Source data
--- START ---

Result<EnqueueStats> enqueue_jobs(const std::vector<std::string>& paths, const EnqueueSettings& s,
                                  const QueueLog& log) {
  EnqueueStats stats;
  Link link(s.connection, nullptr, log);
  const auto deadline = Clock::now() + 3 * s.connection.timeout;
  size_t n = 0;
  std::vector<std::vector<std::string>> batch;
  auto flush = [&]() -> Result<bool> {
    if (batch.empty()) return true;
    if (!link.ensure(deadline)) {
      if (link.fatal()) return *link.fatal();
      return make_error(ErrorCode::kUnreadable, "cannot reach Redis; " + std::to_string(stats.enqueued) +
                                                    " jobs were enqueued before the connection was lost");
    }
    while (!batch.empty()) {
      auto replies = link.client().pipeline(batch);
      if (!replies) {
        return make_error(ErrorCode::kUnreadable,
                          replies.error().message + "; " + std::to_string(stats.enqueued) +
                              " jobs were enqueued before (the last batch may be partly in)");
      }
      // Jobs refused with "not now" are sent again after a wait; their job ids stay the same.
      std::vector<std::vector<std::string>> again;
      const RedisReply* not_now = nullptr;
      for (size_t i = 0; i < replies->size(); ++i) {
        const RedisReply& r = (*replies)[i];
        if (r.is_transient_error()) {
          not_now = &r;
          again.push_back(std::move(batch[i]));
        } else if (r.is_error()) {
          return make_error(ErrorCode::kUnsupported, "XADD refused: " + r.text);
        } else {
          ++stats.enqueued;
        }
      }
      if (not_now != nullptr && !link.wait_busy(*not_now, 3 * s.connection.timeout)) {
        return make_error(ErrorCode::kUnreadable, "Redis stayed not ready (" + not_now->text + "); " +
                                                      std::to_string(stats.enqueued) + " jobs were enqueued");
      }
      if (not_now == nullptr) link.ready();
      batch = std::move(again);
    }
    return true;
  };
  for (const auto& path : paths) {
    std::error_code ec;
    const std::string absolute = std::filesystem::absolute(path, ec).lexically_normal().string();
    const std::string job = s.batch + "/" + std::to_string(n++);
    if (s.send_bytes) {
      DecodeLimits limits;
      limits.max_file_bytes = s.max_file_bytes;
      auto bytes = read_file(path, limits);
      if (!bytes) {
        stats.refused.emplace_back(path, bytes.error());
        continue;
      }
      batch.push_back({"XADD", s.stream, "*", "job", job, "name", absolute, "bytes",
                       std::string(reinterpret_cast<const char*>(bytes->data()), bytes->size())});
    } else {
      batch.push_back({"XADD", s.stream, "*", "job", job, "path", absolute});
    }
    if (batch.size() >= s.pipeline) {
      if (auto f = flush(); !f) return f.error();
    }
  }
  if (auto f = flush(); !f) return f.error();
  return stats;
}

Result<CollectStats> collect_results(const CollectSettings& s,
                                     const std::function<void(const std::string& record_json)>& sink,
                                     const QueueLog& log) {
  CollectStats stats;
  Link link(s.connection, nullptr, log);
  // Without --expect there is nothing to wait for: a few reconnection attempts, then an error.
  const auto deadline = Clock::now() + (s.expect ? s.wait : 3 * s.connection.timeout);
  std::unordered_set<std::uint64_t> seen;  // FNV-1a of job ids: 8 bytes per job
  std::string last = "0-0";
  while (true) {
    const bool waiting = s.expect && stats.records < *s.expect;
    if (!waiting && s.expect) break;
    if (waiting && Clock::now() > deadline) {
      stats.complete = false;
      break;
    }
    if (!link.ensure(deadline)) {
      if (link.fatal()) return *link.fatal();
      if (!s.expect) return make_error(ErrorCode::kUnreadable, "cannot reach Redis");
      stats.complete = false;
      break;
    }
    std::vector<std::string> argv = {"XREAD", "COUNT", "1000"};
    if (waiting) argv.insert(argv.end(), {"BLOCK", "1000"});
    argv.insert(argv.end(), {"STREAMS", s.results, last});
    auto r = link.client().command(argv);
    if (!r) {
      link.drop(r.error());
      continue;
    }
    if (r->is_transient_error()) {
      if (!link.wait_busy(*r, waiting ? std::nullopt : std::optional(3 * s.connection.timeout))) {
        return make_error(ErrorCode::kUnreadable, "Redis stayed not ready: " + r->text);
      }
      continue;
    }
    if (r->is_error()) return make_error(ErrorCode::kUnsupported, "XREAD: " + r->text);
    link.ready();
    if (r->is_nil() || r->elements.empty() || r->elements[0].elements.size() != 2) {
      if (!waiting) break;  // everything there is has been read
      continue;
    }
    for (const auto& e : entries_of(r->elements[0].elements[1])) {
      last = e.id;
      const auto job = e.fields.find("job");
      const auto record = e.fields.find("record");
      if (job == e.fields.end() || record == e.fields.end()) continue;
      if (!seen.insert(fnv1a_64(job->second)).second) {
        ++stats.duplicates;
        continue;
      }
      ++stats.records;
      sink(record->second);
    }
  }
  if (s.trim && last != "0-0" && link.ensure(deadline)) {
    auto r = link.client().command({"XTRIM", s.results, "MINID", next_id(last)});
    if (!r) return r.error();
  }
  return stats;
}

}  // namespace residue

--- END ---

(YOUR GOAL) Could you restate every record above word for word?

(SOLVED PROBLEM)
Result<EnqueueStats> enqueue_jobs(const std::vector<std::string>& paths, const EnqueueSettings& s,
                                  const QueueLog& log) {
  EnqueueStats stats;
  Link link(s.connection, nullptr, log);
  const auto deadline = Clock::now() + 3 * s.connection.timeout;
  size_t n = 0;
  std::vector<std::vector<std::string>> batch;
  auto flush = [&]() -> Result<bool> {
    if (batch.empty()) return true;
    if (!link.ensure(deadline)) {
      if (link.fatal()) return *link.fatal();
      return make_error(ErrorCode::kUnreadable, "cannot reach Redis; " + std::to_string(stats.enqueued) +
                                                    " jobs were enqueued before the connection was lost");
    }
    while (!batch.empty()) {
      auto replies = link.client().pipeline(batch);
      if (!replies) {
        return make_error(ErrorCode::kUnreadable,
                          replies.error().message + "; " + std::to_string(stats.enqueued) +
                              " jobs were enqueued before (the last batch may be partly in)");
      }
      // Jobs refused with "not now" are sent again after a wait; their job ids stay the same.
      std::vector<std::vector<std::string>> again;
      const RedisReply* not_now = nullptr;
      for (size_t i = 0; i < replies->size(); ++i) {
        const RedisReply& r = (*replies)[i];
        if (r.is_transient_error()) {
          not_now = &r;
          again.push_back(std::move(batch[i]));
        } else if (r.is_error()) {
          return make_error(ErrorCode::kUnsupported, "XADD refused: " + r.text);
        } else {
          ++stats.enqueued;
        }
      }
      if (not_now != nullptr && !link.wait_busy(*not_now, 3 * s.connection.timeout)) {
        return make_error(ErrorCode::kUnreadable, "Redis stayed not ready (" + not_now->text + "); " +
                                                      std::to_string(stats.enqueued) + " jobs were enqueued");
      }
      if (not_now == nullptr) link.ready();
      batch = std::move(again);
    }
    return true;
  };
  for (const auto& path : paths) {
    std::error_code ec;
    const std::string absolute = std::filesystem::absolute(path, ec).lexically_normal().string();
    const std::string job = s.batch + "/" + std::to_string(n++);
    if (s.send_bytes) {
      DecodeLimits limits;
      limits.max_file_bytes = s.max_file_bytes;
      auto bytes = read_file(path, limits);
      if (!bytes) {
        stats.refused.emplace_back(path, bytes.error());
        continue;
      }
      batch.push_back({"XADD", s.stream, "*", "job", job, "name", absolute, "bytes",
                       std::string(reinterpret_cast<const char*>(bytes->data()), bytes->size())});
    } else {
      batch.push_back({"XADD", s.stream, "*", "job", job, "path", absolute});
    }
    if (batch.size() >= s.pipeline) {
      if (auto f = flush(); !f) return f.error();
    }
  }
  if (auto f = flush(); !f) return f.error();
  return stats;
}

Result<CollectStats> collect_results(const CollectSettings& s,
                                     const std::function<void(const std::string& record_json)>& sink,
                                     const QueueLog& log) {
  CollectStats stats;
  Link link(s.connection, nullptr, log);
  // Without --expect there is nothing to wait for: a few reconnection attempts, then an error.
  const auto deadline = Clock::now() + (s.expect ? s.wait : 3 * s.connection.timeout);
  std::unordered_set<std::uint64_t> seen;  // FNV-1a of job ids: 8 bytes per job
  std::string last = "0-0";
  while (true) {
    const bool waiting = s.expect && stats.records < *s.expect;
    if (!waiting && s.expect) break;
    if (waiting && Clock::now() > deadline) {
      stats.complete = false;
      break;
    }
    if (!link.ensure(deadline)) {
      if (link.fatal()) return *link.fatal();
      if (!s.expect) return make_error(ErrorCode::kUnreadable, "cannot reach Redis");
      stats.complete = false;
      break;
    }
    std::vector<std::string> argv = {"XREAD", "COUNT", "1000"};
    if (waiting) argv.insert(argv.end(), {"BLOCK", "1000"});
    argv.insert(argv.end(), {"STREAMS", s.results, last});
    auto r = link.client().command(argv);
    if (!r) {
      link.drop(r.error());
      continue;
    }
    if (r->is_transient_error()) {
      if (!link.wait_busy(*r, waiting ? std::nullopt : std::optional(3 * s.connection.timeout))) {
        return make_error(ErrorCode::kUnreadable, "Redis stayed not ready: " + r->text);
      }
      continue;
    }
    if (r->is_error()) return make_error(ErrorCode::kUnsupported, "XREAD: " + r->text);
    link.ready();
    if (r->is_nil() || r->elements.empty() || r->elements[0].elements.size() != 2) {
      if (!waiting) break;  // everything there is has been read
      continue;
    }
    for (const auto& e : entries_of(r->elements[0].elements[1])) {
      last = e.id;
      const auto job = e.fields.find("job");
      const auto record = e.fields.find("record");
      if (job == e.fields.end() || record == e.fields.end()) continue;
      if (!seen.insert(fnv1a_64(job->second)).second) {
        ++stats.duplicates;
        continue;
      }
      ++stats.records;
      sink(record->second);
    }
  }
  if (s.trim && last != "0-0" && link.ensure(deadline)) {
    auto r = link.client().command({"XTRIM", s.results, "MINID", next_id(last)});
    if (!r) return r.error();
  }
  return stats;
}

}  // namespace residue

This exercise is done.